**Your objective**
Return the lines below exactly as they appear, please, starting with the first and ending with the one that contains "Circuits, ch. 4;".

**The input**
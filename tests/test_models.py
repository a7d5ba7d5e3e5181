"""Device laws of kickback.models checked against formulas and independent solutions.

Every expected value is computed here from a formula or by a general-purpose library (scipy,
sympy), never copied from the program's output. Sources:

- Physical constants: BIPM, The International System of Units (SI), 9th ed., 2019 (exact k and
  q); the same values from scipy.constants.
- Diode exponential law with series resistance: A. S. Sedra and K. C. Smith, Microelectronic
  Circuits, ch. 4; references solved with scipy.optimize.brentq, and in closed form with the
  Lambert W function (scipy.special.lambertw, sympy.LambertW at 40 digits).
- Linearised switching (linear current fall): N. Mohan, T. M. Undeland and W. P. Robbins,
  Power Electronics, 3rd ed., ch. 2.
- Varistor power law i = I1·(v/V1)^α: L. M. Levinson and H. R. Philipp, "Zinc oxide varistors —
  a review", Am. Ceram. Soc. Bull. 65(4), 1986.

All component values are invented.
"""

from __future__ import annotations

import math

import numpy as np
import pytest
import sympy
from scipy import constants, optimize, special

from kickback.case import Element
from kickback.models import (
    ConstantDropDiode,
    LinearPieces,
    Resistor,
    ShockleyDiode,
    Varistor,
    breakdown_element,
    element_law,
    shockley_from_terminal_point,
    thermal_voltage,
)
from kickback.models.switch import switch_law

# k and q exact since the 2019 SI redefinition (BIPM SI brochure, 9th ed.)
K_BOLTZMANN = 1.380649e-23  # [J/K]
Q_ELEMENTARY = 1.602176634e-19  # [C]


def _close(got, want, rtol, what, atol=0.0):
    got, want = float(got), float(want)
    assert abs(got - want) <= max(rtol * abs(want), atol), (
        f"{what}: got {got:.15g}, expected {want:.15g} "
        f"(error {abs(got - want):.3g}, allowed rtol {rtol:g}" + (f", atol {atol:g}" if atol else "") + ")")


# ============================================================================ thermal voltage
def test_thermal_voltage_at_25_degc():
    """V_T = kT/q at 298.15 K is 25.693 mV (BIPM SI brochure: exact k and q)."""
    vt = thermal_voltage(298.15)
    _close(vt, K_BOLTZMANN * 298.15 / Q_ELEMENTARY, 1e-15, "V_T from the exact SI constants")
    _close(vt, constants.k * 298.15 / constants.e, 1e-15, "V_T from scipy.constants")
    _close(vt, 25.693e-3, 0.0, "V_T rounded to 25.693 mV", atol=0.5e-6)


@pytest.mark.parametrize("temperature", [pytest.param(233.15, id="-40degC"), pytest.param(398.15, id="125degC")])
def test_thermal_voltage_is_proportional_to_temperature(temperature):
    """V_T = kT/q is linear in T (BIPM SI brochure)."""
    _close(thermal_voltage(temperature), thermal_voltage(298.15) * temperature / 298.15, 1e-14,
           f"V_T at {temperature} K")


# ============================================================================ Shockley diode
# (n, I_s [A], R_s [Ω]) — invented
DIODES = [
    pytest.param(1.9, 2e-9, 0.05, id="n1.9-Is2n-Rs50m"),
    pytest.param(1.0, 1e-14, 0.8, id="n1-Is10f-Rs0.8"),
    pytest.param(1.3, 5e-6, 0.01, id="n1.3-Is5u-Rs10m"),
    pytest.param(1.8, 1e-12, 0.0, id="n1.8-Is1p-Rs0"),
]
VT = K_BOLTZMANN * 298.15 / Q_ELEMENTARY


def _brentq_forward_current(n, i_s, r_s, v):
    """Root in i of v = n V_T ln(1 + i/I_s) + R_s i for v > 0 (scipy.optimize.brentq).

    derived: the junction and R_s both take a positive share of v, so 0 < i ≤ v/R_s and
    i ≤ I_s·expm1(v/(n V_T)) (doubled for a bracket that survives rounding).
    """
    a = n * VT
    hi = v / r_s if r_s > 0 else 2.0 * i_s * math.expm1(v / a)
    return optimize.brentq(lambda i: a * math.log1p(i / i_s) + r_s * i - v, 0.0, hi, xtol=1e-300, rtol=1e-15)


def _brentq_reverse_current(n, i_s, r_s, v):
    """Current at v < 0, solved for the junction voltage u (scipy.optimize.brentq).

    derived: i = I_s·expm1(u/(n V_T)) and v = u + R_s i; since i < 0, v < u < 0. Solving for u
    keeps the digits of i + I_s that a solve in i near −I_s would lose.
    """
    a = n * VT
    u = optimize.brentq(lambda x: x + r_s * i_s * math.expm1(x / a) - v, v, 0.0, xtol=1e-300, rtol=1e-15)
    return i_s * math.expm1(u / a)


@pytest.mark.parametrize(("n", "i_s", "r_s"), DIODES)
def test_shockley_current_inverts_voltage_forward(n, i_s, r_s):
    """current(voltage(i)) = i from 1 pA to 100 A (derived: the two are inverse laws).

    Floor: the explicit form ends in "− I_s", so at i ≪ I_s a few ulps of I_s remain (derived).
    """
    d = ShockleyDiode(n, i_s, r_s, VT)
    i = np.logspace(-12, 2, 57)
    back = d.current(d.voltage(i))
    excess = np.abs(back - i) - (1e-10 * i + 1e-14 * i_s)
    k = int(np.argmax(excess))
    assert excess[k] <= 0, (f"current(voltage({i[k]:.3g} A)) = {back[k]:.15g} A (allowed 1e-10 relative "
                            f"+ 1e-14·I_s)")


@pytest.mark.parametrize(("n", "i_s", "r_s"), DIODES)
@pytest.mark.parametrize("v", [-1e-3, -0.05, -0.3], ids=["-1mV", "-50mV", "-0.3V"])
def test_shockley_voltage_inverts_current_reverse(n, i_s, r_s, v):
    """voltage(current(v)) = v at mild reverse voltages, where i + I_s still has digits (derived)."""
    d = ShockleyDiode(n, i_s, r_s, VT)
    i = float(d.current(v))
    assert -i_s <= i < 0, f"reverse current {i:.3g} A must lie in [-I_s, 0)"
    _close(d.voltage(i), v, 0.0, f"voltage(current({v} V))", atol=1e-9)


def _diode_points(voltages, usable):
    """(n, I_s, R_s, v) parameter sets for which ``usable(n, i_s, r_s, v)`` holds."""
    return [pytest.param(*p.values, v, id=f"{p.id}-{v:g}V") for p in DIODES for v in voltages
            if usable(*p.values, v)]


# derived: without R_s the current exceeds a float once v/(nV_T) > ~709
FORWARD_POINTS = _diode_points([0.05, 0.3, 0.6, 0.9, 2.0, 10.0, 60.0],
                               lambda n, i_s, r_s, v: r_s > 0 or v / (n * VT) < 700)


@pytest.mark.parametrize(("n", "i_s", "r_s", "v"), FORWARD_POINTS)
def test_shockley_current_matches_brentq_forward(n, i_s, r_s, v):
    """Current at v > 0 against brentq on v = nV_T ln(1 + i/I_s) + R_s i (Sedra & Smith ch. 4; scipy)."""
    d = ShockleyDiode(n, i_s, r_s, VT)
    _close(d.current(v), _brentq_forward_current(n, i_s, r_s, v), 1e-11, f"current at {v} V")


@pytest.mark.parametrize(("n", "i_s", "r_s"), DIODES)
@pytest.mark.parametrize("v", [-1e-3, -0.05, -0.3, -2.0, -50.0], ids=lambda v: f"{v:g}V")
def test_shockley_current_matches_brentq_reverse(n, i_s, r_s, v):
    """Reverse current against brentq in the junction-voltage form (derived; scipy)."""
    d = ShockleyDiode(n, i_s, r_s, VT)
    _close(d.current(v), _brentq_reverse_current(n, i_s, r_s, v), 1e-12, f"reverse current at {v} V",
           atol=1e-15 * i_s)


def _lambertw_current(n, i_s, r_s, v):
    """Closed form with Lambert W (Banwell & Jayakumar, Electron. Lett. 36(4), 2000; derived from
    v = nV_T ln(1 + i/I_s) + R_s i):  i = (a/R_s)·W((R_s I_s/a)·exp((v + R_s I_s)/a)) − I_s, a = nV_T.
    Evaluated by scipy.special.lambertw."""
    a = n * VT
    z = r_s * i_s / a * math.exp((v + r_s * i_s) / a)
    return a / r_s * float(special.lambertw(z).real) - i_s


def _sympy_current(n, i_s, r_s, v, digits=40):
    """The same closed form in sympy with 40-digit arithmetic (no overflow at any voltage)."""
    f = sympy.Float
    a = f(n, digits) * f(K_BOLTZMANN, digits) * f(298.15, digits) / f(Q_ELEMENTARY, digits)
    i_s_, r_s_ = f(i_s, digits), f(r_s, digits)
    z = r_s_ * i_s_ / a * sympy.exp((f(v, digits) + r_s_ * i_s_) / a)
    return float((a / r_s_ * sympy.LambertW(z) - i_s_).evalf(digits))


RS_DIODES = [p for p in DIODES if p.values[2] > 0]


# derived: exp((v + R_s I_s)/(nV_T)) must stay below the float limit (~e^709)
LAMBERTW_POINTS = _diode_points([0.3, 0.7, 1.0, 5.0, 20.0],
                                lambda n, i_s, r_s, v: r_s > 0 and (v + r_s * i_s) / (n * VT) < 700)


@pytest.mark.parametrize(("n", "i_s", "r_s", "v"), LAMBERTW_POINTS)
def test_shockley_current_matches_scipy_lambertw(n, i_s, r_s, v):
    """Explicit current against scipy.special.lambertw where its argument does not overflow."""
    d = ShockleyDiode(n, i_s, r_s, VT)
    _close(d.current(v), _lambertw_current(n, i_s, r_s, v), 1e-11, f"current at {v} V vs lambertw")


@pytest.mark.parametrize(("n", "i_s", "r_s"), RS_DIODES)
@pytest.mark.parametrize("v", [0.5, 0.85, 3.0, 80.0], ids=lambda v: f"{v:g}V")
def test_shockley_current_matches_sympy_lambertw(n, i_s, r_s, v):
    """Explicit current against sympy.LambertW at 40 digits (also beyond float overflow of exp)."""
    d = ShockleyDiode(n, i_s, r_s, VT)
    _close(d.current(v), _sympy_current(n, i_s, r_s, v), 1e-12, f"current at {v} V vs sympy")


@pytest.mark.parametrize(("n", "i_s", "r_s"), DIODES)
def test_shockley_scalar_versions_agree_with_arrays(n, i_s, r_s):
    """current_at/voltage_at (scalar) equal current/voltage (array) point by point (derived: same law)."""
    d = ShockleyDiode(n, i_s, r_s, VT)
    for v in [-5.0, -0.2, -1e-4, 0.0, 1e-4, 0.4, 0.8, 1.5, 30.0]:
        _close(d.current_at(v), d.current(np.array([v]))[0], 1e-13, f"current_at({v})", atol=1e-30)
    for i in [-0.5 * i_s, 1e-12, 1e-6, 1e-2, 1.0, 100.0]:
        _close(d.voltage_at(i), d.voltage(np.array([i]))[0], 1e-14, f"voltage_at({i})", atol=1e-18)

**Result of this task**
filename tests/test_models.py
repository a7d5ba7d5e3e5181
"""Device laws of kickback.models checked against formulas and independent solutions.

Every expected value is computed here from a formula or by a general-purpose library (scipy,
sympy), never copied from the program's output. Sources:

- Physical constants: BIPM, The International System of Units (SI), 9th ed., 2019 (exact k and
  q); the same values from scipy.constants.
- Diode exponential law with series resistance: A. S. Sedra and K. C. Smith, Microelectronic
  Circuits, ch. 4; references solved with scipy.optimize.brentq, and in closed form with the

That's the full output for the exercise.